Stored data
--------------------------------------------------

/* Hydrology of configured ponds: a real configuration file and a real
 * stage-storage CSV in a mkdtemp folder; levels from pressure (with the
 * brine's density and local gravity), from a pressure pair and from a
 * distance sensor, against worked examples. */
#include <math.h>
#include <setjmp.h>
#include <stdarg.h>
#include <stddef.h>
#include <stdio.h>
#include <stdlib.h>
#include <string.h>
#include <unistd.h>
#include <cmocka.h>

#include "hydro_near.h"

#include "hc_level.h"
#include "hs_config.h"
#include "hs_hydro_site.h"

static char dir[64], ini[128], bad_ini[128], csv[128], bad_csv[128];

static void write_file(const char *path, const char *text)
{
    FILE *f = fopen(path, "w");
    if (f == NULL)
        abort();
    fputs(text, f);
    fclose(f);
}

static int setup(void **unused)
{
    (void)unused;
    snprintf(dir, sizeof dir, "/tmp/hs_hsite_XXXXXX");
    if (mkdtemp(dir) == NULL)
        return -1;
    snprintf(ini, sizeof ini, "%s/site.ini", dir);
    snprintf(csv, sizeof csv, "%s/x1.csv", dir);
    snprintf(bad_csv, sizeof bad_csv, "%s/x2.csv", dir);
    write_file(csv, "level_m,volume_m3\n0,0\n0.5,20000\n1.0,41000\n");
    write_file(bad_csv, "level_m,volume_m3\n0,0\n0.5,20000\n0.4,41000\n");
    write_file(ini, "[site]\nname = t\ndatabase = t.db\nlatitude = 38.5\nelevation = 0 m\n"
                    "[bus plc]\ntype = tcp\nhost = 127.0.0.1\nport = 15020\nunit_ids = 1\n"
                    "[pond store]\nrole = brine-store\narea = 3 ha\nside_slope = 2\n"
                    "freeboard = 2.8 m\npressure_spacing = 0.50 m\npressure_height = 0.10 m\n"
                    "[pond x1]\nrole = crystalliser\nstage_storage = x1.csv\n"
                    "distance_height = 2.0 m\n");
    snprintf(bad_ini, sizeof bad_ini, "%s/bad.ini", dir);
    write_file(bad_ini, "[site]\nname = t\nlatitude = 38.5\n"
                        "[bus plc]\ntype = tcp\nhost = 127.0.0.1\nport = 15020\nunit_ids = 1\n"
                        "[pond x2]\nrole = crystalliser\nstage_storage = x2.csv\n");
    return 0;
}

static int teardown(void **unused)
{
    (void)unused;
    unlink(ini);
    unlink(bad_ini);
    unlink(csv);
    unlink(bad_csv);
    return rmdir(dir);
}

static void load(hs_site *site)
{
    static hs_diag diag;
    if (hs_site_load(ini, site, &diag) != 0) {
        for (unsigned i = 0; i < diag.n; i++)
            print_error("%s\n", diag.msg[i]);
        fail();
    }
}

static void pressure_pair_and_level(void **unused)
{
    (void)unused;
    hs_site site;
    load(&site);
    struct hs_hydro_pond hp;
    char err[256];
    assert_int_equal(hs_hydro_pond_open(&site, (size_t)hs_site_pond(&site, "store"), NULL, &hp,
                                        err, sizeof err), 0);
    /* Local gravity at 38.5 N is TEOS-10 gsw.grav(38.5, 0) = 9.800369856. */
    assert_near(hp.g_m_s2, 9.800369856024, 1e-9);
    /* Worked by hand: brine of 1210 kg/m3, 1.20 m above the lower sensor
     * (0.10 m above the floor), upper sensor 0.50 m higher:
     * p_low = 1210 g 1.20, p_up = 1210 g 0.70; the pair gives 1210 back
     * and the depth is 1.20 + 0.10 = 1.30 m. */
    double g = hp.g_m_s2;
    struct hs_level_inputs in = {1210 * g * 1.20, 1210 * g * 0.70, NAN, NAN};
    struct hs_level_result r;
    hs_hydro_pond_level(&hp, &in, &r);
    assert_near(r.pair_density_kg_m3, 1210, 1e-9);
    assert_near(r.depth_m, 1.30, 1e-12);
    /* Upper sensor dry: no pair; with the state's density the depth is
     * still compensated; without any density there is no depth. */
    struct hs_level_inputs dry = {1210 * g * 0.40, 0, NAN, 1210};
    hs_hydro_pond_level(&hp, &dry, &r);
    assert_true(isnan(r.pair_density_kg_m3));
    assert_near(r.depth_m, 0.50, 1e-12);
    dry.density_kg_m3 = NAN;
    hs_hydro_pond_level(&hp, &dry, &r);
    assert_true(isnan(r.depth_m));
    assert_non_null(r.why);
    /* Prism from area and slope: 3 ha floor, crest at the freeboard. */
    assert_int_equal(hp.tracker.cfg.shape.is_table, 0);
    assert_near(hp.tracker.cfg.shape.prism.max_level_m, 2.8, 1e-12);
    assert_int_equal(hp.tracker.cfg.crystalliser, 0);
    hs_hydro_pond_close(&hp);
    hs_site_free(&site);
}

static void table_pond_and_distance(void **unused)
{
    (void)unused;
    hs_site site;
    load(&site);
    struct hs_hydro_pond hp;
    char err[256];
    assert_int_equal(hs_hydro_pond_open(&site, (size_t)hs_site_pond(&site, "x1"), NULL, &hp, err,
                                        sizeof err), 0);
    assert_int_equal(hp.tracker.cfg.shape.is_table, 1);
    assert_int_equal(hp.tracker.cfg.crystalliser, 1);
    /* Distance 1.70 m from 2.0 m above the floor: 0.30 m deep. */
    struct hs_level_inputs in = {NAN, NAN, 1.70, NAN};
    struct hs_level_result r;
    hs_hydro_pond_level(&hp, &in, &r);
    assert_near(r.depth_m, 0.30, 1e-12);
    struct hs_hydro_sample s = {0, r.depth_m, 1220, 300, 12, 0.74};
    assert_int_equal(hs_hydro_sample(&hp.tracker, &s, NULL), 0);
    hs_hydro_pond_close(&hp);
    hs_hydro_pond_close(&hp);
    hs_site_free(&site);
    /* A non-monotone table is refused when the configuration is read, with
     * the config's line and the table's own file and line. */
    static hs_diag diag;
    assert_int_equal(hs_site_load(bad_ini, &site, &diag), -1);
    int found = 0;
    for (unsigned i = 0; i < diag.n; i++)
        found |= strstr(diag.msg[i], "bad.ini:11: stage_storage: ") != NULL &&
                 strstr(diag.msg[i], "x2.csv:4: level_m must increase") != NULL;
    if (!found) {
        for (unsigned i = 0; i < diag.n; i++)
            print_error("%s\n", diag.msg[i]);
        fail();
    }
}

int main(void)
{
    const struct CMUnitTest tests[] = {
        cmocka_unit_test(pressure_pair_and_level),
        cmocka_unit_test(table_pond_and_distance),
    };
    return cmocka_run_group_tests(tests, setup, teardown);
}
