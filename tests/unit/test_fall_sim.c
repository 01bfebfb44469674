/* A noisy crystalliser, simulated: 30 days of conductivity with 0.5 %
 * noise (standard deviation; a fixed pseudo-random sequence), a diurnal
 * temperature swing and slow evaporation, read every 10 s through the
 * daemon's own chain (hs_pond_evaluate: the path's brine conductivity model,
 * density at the reference temperature) into the alarm engine with the
 * built-in density-fall rule. It must stay quiet; then a rain dilution of
 * 10 kg/m3 (density at the reference temperature, within 30 min) must raise
 * it. The brine is the evaporation path's own (HMW84 Pitzer, hc_path); the
 * conductivity the model's (hc_brine_cond.h), so the chain sees a brine it
 * can place: this checks the decision, not the model. */
#include <math.h>
#include <setjmp.h>
#include <stdarg.h>
#include <stddef.h>
#include <stdio.h>
#include <string.h>
#include <cmocka.h>

#include "hc_brine_cond.h"
#include "hc_path.h"
#include "hs_alarm.h"
#include "hs_brine_eval.h"
#include "pond_fixture.h"

static hs_site site;
static hs_pond pond;
static hs_signal sig[HS_QUANTITY_COUNT];
static hs_reading rd[HS_QUANTITY_COUNT];

static void setup_site(void)
{
    pond_fixture(&site, &pond, sig, rd);
    pond.role = HS_ROLE_CRYSTALLISER;
}

static unsigned rng = 20261202u;

/* N(0, 1) by Irwin-Hall: the sum of 12 uniforms less 6. */
static double gauss(void)
{
    double g = 0.0;
    for (int k = 0; k < 12; k++) {
        rng = rng * 1103515245u + 12345u;
        g += (double)(rng >> 8) / 16777216.0;
    }
    return g - 6.0;
}

struct count {
    int raised;
    double value;
};

static void on_event(void *ctx, const hs_alarm_event *ev)
{
    struct count *c = ctx;
    if (strcmp(ev->cause, "condition-raised") == 0) {
        c->raised++;
        c->value = ev->value;
    }
}

/* One sample at time t [s] of the brine at cf; returns the state's
 * density at the reference temperature. */
static double sample(const hc_path *path, const hs_brine_models *models, hs_alarm_engine *eng,
                     double cf, double t_s, struct count *c)
{
    double temp = 26.0 + 6.0 * sin(2.0 * M_PI * t_s / 86400.0); /* diurnal swing */
    hc_path_point p;
    double k;
    assert_int_equal(hc_path_point_at_cf(path, cf, &p, NULL), HC_OK);
    assert_int_equal(hc_brine_conductivity(p.salinity_g_kg, temp, &k), HC_OK);
    int64_t t_ms = (int64_t)(t_s * 1000.0);
    rd[HS_Q_TEMPERATURE] =
        (hs_reading){.value = temp, .t_ms = t_ms, .quality = HS_QUALITY_GOOD, .have = 1};
    rd[HS_Q_CONDUCTIVITY] = (hs_reading){.value = k * (1.0 + 0.005 * gauss()), .t_ms = t_ms,
                                          .quality = HS_QUALITY_GOOD, .have = 1};
    hs_pond_view v;
    hs_pond_evaluate(&site, 0, rd, models, NULL, 9.80, t_ms, &v);
    assert_true(v.have_state);
    hs_alarm_input in;
    hs_alarm_input_clear(&in);
    in.state = &v.state;
    in.state_t_ms = v.t_ms;
    hs_alarm_update(eng, "x2", &in, t_ms, on_event, c);
    return v.state.density_ref_kg_m3;
}

static void quiet_for_30_days_then_rain(void **unused)
{
    (void)unused;
    hs_brine_models *models = NULL;
    setup_site();
    assert_int_equal(hs_brine_models_build(&site, &models), 0);
    const hc_path *path = hs_brine_models_path(models, -1);
    hs_alarm_rule fall;
    hs_alarm_rule_default(&fall, HS_RULE_DENSITY_FALL);
    snprintf(fall.name, sizeof fall.name, "density-fall");
    hs_alarm_engine *eng = hs_alarm_new(1);
    assert_int_equal(hs_alarm_add(eng, &fall, "x2"), HS_ALARM_DONE);
    struct count c = {0};

    /* a crystalliser brine: 1224 kg/m3 at 20 degC, in the halite stage */
    double cf0;
    assert_int_equal(hc_path_cf_at_density(path, 1224.0, 20.0, &cf0, NULL), HC_OK);
    assert_int_equal(hc_path_stage_at_cf(path, cf0, NULL), HC_STAGE_HALITE);
    const double dt = 10.0, days = 30.0;
    double t = 0.0, lo = INFINITY, hi = -INFINITY;
    for (; t < days * 86400.0; t += dt) {
        double cf = cf0 * (1.0 + 0.002 * t / 86400.0); /* slow evaporation */
        double rho = sample(path, models, eng, cf, t, &c);
        lo = fmin(lo, rho);
        hi = fmax(hi, rho);
    }
    printf("# 30 days, %d samples: density_ref %.1f..%.1f kg/m3 (noise), %d density-fall\n",
           (int)(days * 86400.0 / dt), lo, hi, c.raised);
    assert_int_equal(c.raised, 0);
    assert_true(hi - lo > 20.0); /* the premise: the noise is large */

    /* Rain: 10 kg/m3 down at the reference temperature within 30 minutes. */
    double cf_end = cf0 * (1.0 + 0.002 * days), rho_end, cf_rain;
    hc_brine_state s;
    assert_int_equal(hc_path_state_from_cf(path, cf_end, 20.0, 20.0, 145.0, &s), HC_OK);
    rho_end = s.density_kg_m3;
    assert_int_equal(hc_path_cf_at_density(path, rho_end - 10.0, 20.0, &cf_rain, NULL), HC_OK);
    for (double r = 0.0; r < 1800.0; r += dt, t += dt)
        sample(path, models, eng, exp(log(cf_end) + (log(cf_rain) - log(cf_end)) * r / 1800.0),
               t, &c);
    for (double r = 0.0; r < 3600.0 && c.raised == 0; r += dt, t += dt)
        sample(path, models, eng, cf_rain, t, &c);
    printf("# rain of 10 kg/m3: %d density-fall (fall %.1f kg/m3)\n", c.raised, c.value);
    assert_int_equal(c.raised, 1);
    hs_alarm_free(eng);
    hs_brine_models_free(models);
}

int main(void)
{
    const struct CMUnitTest tests[] = {
        cmocka_unit_test(quiet_for_30_days_then_rain),
    };
    return cmocka_run_group_tests(tests, NULL, NULL);
}
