static int teardown(void **unused)
{
    (void)unused;
    char cmd[128];
    snprintf(cmd, sizeof cmd, "rm -rf '%s'", dir);
    return system(cmd) == 0 ? 0 : -1;
}

static hs_store *open_writer(const hs_store_options *opt)
{
    char err[256];
    hs_store *st = hs_store_open(path, HS_STORE_WRITE, opt, err, sizeof err);
    if (st == NULL)
        fail_msg("open: %s", err);
    return st;
}

static int64_t scalar(const char *sql)
{
    sqlite3 *db;
    sqlite3_stmt *s;
    int64_t v = -1;
    assert_int_equal(sqlite3_open_v2(path, &db, SQLITE_OPEN_READONLY, NULL), SQLITE_OK);
    sqlite3_busy_timeout(db, 2000);
    assert_int_equal(sqlite3_prepare_v2(db, sql, -1, &s, NULL), SQLITE_OK);
    if (sqlite3_step(s) == SQLITE_ROW)
        v = sqlite3_column_int64(s, 0);
    sqlite3_finalize(s);
    sqlite3_close(db);
    return v;
}

static void schema_created_and_versioned(void **unused)
{
    (void)unused;
    char err[256];
    assert_null(hs_store_open(path, HS_STORE_READ, NULL, err, sizeof err));
    assert_non_null(strstr(err, path)); /* the error names the file */
    hs_store *st = open_writer(NULL);
    hs_store_close(st);
    assert_int_equal(scalar("PRAGMA user_version"), hs_store_schema_version());
    st = open_writer(NULL); /* reopening migrates nothing and fails nothing */
    hs_store_close(st);
    st = hs_store_open(path, HS_STORE_READ, NULL, err, sizeof err);
    assert_non_null(st);
    hs_store_close(st);
    /* A file from a newer program is refused, not damaged. */
    sqlite3 *db;
    assert_int_equal(sqlite3_open(path, &db), SQLITE_OK);
    assert_int_equal(sqlite3_exec(db, "PRAGMA user_version = 99", NULL, NULL, NULL), SQLITE_OK);
    sqlite3_close(db);
    assert_null(hs_store_open(path, HS_STORE_WRITE, NULL, err, sizeof err));
    assert_non_null(strstr(err, "newer"));
}

static void migrates_an_older_file(void **unused)
{
    (void)unused;
    hs_store *st = open_writer(NULL);
    hs_store_close(st);
    /* Make it look like a version-1 file: the rollup index that version 2
     * drops, no uncertainty columns (version 3), no command_seen (version
     * 4), no sample reasons (version 5), one sample already stored, and the
     * old version number. */
    sqlite3 *db;
    assert_int_equal(sqlite3_open(path, &db), SQLITE_OK);
    assert_int_equal(sqlite3_exec(db, "DROP VIEW rollup; DROP TABLE rollup_hour;"
                                      "CREATE TABLE rollup(series_id INTEGER NOT NULL,"
                                      " step_s INTEGER NOT NULL, t_ms INTEGER NOT NULL,"
                                      " n INTEGER NOT NULL, vmin REAL, vsum REAL, vmax REAL,"
                                      " worst INTEGER NOT NULL,"
                                      " PRIMARY KEY(series_id, step_s, t_ms)) STRICT, WITHOUT ROWID;"
                                      "INSERT INTO rollup VALUES(1, 60, 0, 6, 1.0, 7.5, 2.0, 0),"
                                      " (1, 60, 86460000, 6, 1.0, 7.5, 2.0, 0),"
                                      " (1, 3600, 0, 60, 0.5, 80.0, 2.5, 1);"
                                      "CREATE INDEX rollup_step_t ON rollup(step_s, t_ms);"
                                      "ALTER TABLE pond_state DROP COLUMN density_uncertainty_kg_m3;"
                                      "ALTER TABLE pond_state DROP COLUMN sg_uncertainty;"
                                      "ALTER TABLE pond_state DROP COLUMN baume_uncertainty;"
                                      "ALTER TABLE pond_state DROP COLUMN cf_uncertainty;"
                                      "DROP TABLE command_seen;"
                                      "ALTER TABLE pond_state DROP COLUMN rolled;"
                                      "ALTER TABLE sample DROP COLUMN rolled;"
                                      "ALTER TABLE sample DROP COLUMN thin;"
                                      "ALTER TABLE sample DROP COLUMN reason;"
                                      "ALTER TABLE sample DROP COLUMN code;"
                                      "INSERT INTO series(id, name) VALUES(1, 'a.density');"
                                      "INSERT INTO sample(series_id, t_ms, value, quality)"
                                      " VALUES(1, 1000, 1210.5, 0);"
                                      "PRAGMA user_version = 1;", NULL, NULL, NULL), SQLITE_OK);
    sqlite3_close(db);
    char err[256];
    assert_null(hs_store_open(path, HS_STORE_READ, NULL, err, sizeof err));
    assert_non_null(strstr(err, "older")); /* the CLI does not migrate */
    st = open_writer(NULL);
    hs_store_close(st);
    assert_int_equal(scalar("PRAGMA user_version"), hs_store_schema_version());
    assert_int_equal(scalar("SELECT count(*) FROM sqlite_master WHERE name = 'rollup_step_t'"),
                     0);
    /* version 8 split the rollups by step: both rows are still there */
    assert_int_equal(scalar("SELECT count(*) FROM rollup_minute_0 WHERE series_id = 1 AND n = 6"
                            " AND vsum = 7.5"), 1); /* minute 0 is in day 0's table */
    assert_int_equal(scalar("SELECT count(*) FROM rollup_hour WHERE series_id = 1 AND n = 60"
                            " AND worst = 1"), 1);
    assert_int_equal(scalar("SELECT count(*) FROM rollup_minute_1 WHERE t_ms = 86460000"), 1);
    assert_int_equal(scalar("SELECT count(*) FROM sqlite_master WHERE name = 'rollup_minute_old'"),
                     0);
    assert_int_equal(scalar("SELECT count(*) FROM rollup"), 3);
    assert_int_equal(scalar("SELECT count(*) FROM pragma_table_info('pond_state')"
                            " WHERE name LIKE '%uncertainty%'"), 4);
    assert_int_equal(scalar("SELECT count(*) FROM pragma_table_info('sample')"
                            " WHERE name IN ('reason', 'code')"), 2);
    /* the old sample is kept, with no reason */
    assert_int_equal(scalar("SELECT count(*) FROM sample WHERE value = 1210.5 AND quality = 0"
                            " AND reason IS NULL AND code IS NULL"), 1);
    assert_int_equal(scalar("SELECT count(*) FROM sqlite_master WHERE name = 'command_seen'"), 1);
    assert_int_equal(scalar("SELECT count(*) FROM pragma_table_info('sample')"
                            " WHERE name IN ('rolled', 'thin')"), 2);
    assert_int_equal(scalar("SELECT count(*) FROM pragma_table_info('pond_state')"
                            " WHERE name = 'rolled'"), 1);
}

struct reason_rows {
    int n;
    char reason[4][HS_REASON_MAX];
    int code[4];
    hs_quality q[4];
};

static void collect_reason(void *ctx, const hs_point *p)
{
    struct reason_rows *r = ctx;
    if (r->n < 4) {
        snprintf(r->reason[r->n], sizeof r->reason[0], "%s", p->reason);
        r->code[r->n] = p->code;
        r->q[r->n] = p->worst;
    }
    r->n++;
}

/* The quality reason and its code are stored next to the class and come
 * back with the raw history (history --signal, export --what samples). */
static void sample_reasons_stored(void **unused)
{
    (void)unused;
    hs_store *st = open_writer(NULL);
    assert_int_equal(hs_store_add_sample_why(st, "east-1.density", 1000, 1210.0,
                                             HS_QUALITY_GOOD, NULL, 0), 0);
    assert_int_equal(hs_store_add_sample_why(st, "east-1.density", 2000, NAN, HS_QUALITY_BAD,
                                             "timeout", 110), 0);
    assert_int_equal(hs_store_add_sample_why(st, "east-1.density", 3000, NAN, HS_QUALITY_BAD,
                                             "exception", 2), 0);
    assert_int_equal(hs_store_add_sample_why(st, "east-1.density", 4000, 0.0, HS_QUALITY_BAD,
                                             "out-of-range", 0), 0);
    struct reason_rows r = {0};
    assert_int_equal(hs_store_history(st, "east-1.density", 0, 10000, 0, collect_reason, &r), 4);
    assert_string_equal(r.reason[0], "");
    assert_int_equal(r.code[0], 0);
    assert_string_equal(r.reason[1], "timeout");
    assert_int_equal(r.code[1], 110);
    assert_int_equal(r.q[1], HS_QUALITY_BAD);
    assert_string_equal(r.reason[2], "exception");
    assert_int_equal(r.code[2], 2);
    assert_string_equal(r.reason[3], "out-of-range");
    assert_int_equal(r.code[3], 0);
    hs_store_close(st);
}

--------------------------------------------------

> **Exercise prompt**
Your answer should consist of copies of the lines above that include the string "gravity".

> **Solution below**
 * brine's density and local gravity), from a pressure pair and from a
    /* Local gravity at 38.5 N is TEOS-10 gsw.grav(38.5, 0) = 9.800369856. */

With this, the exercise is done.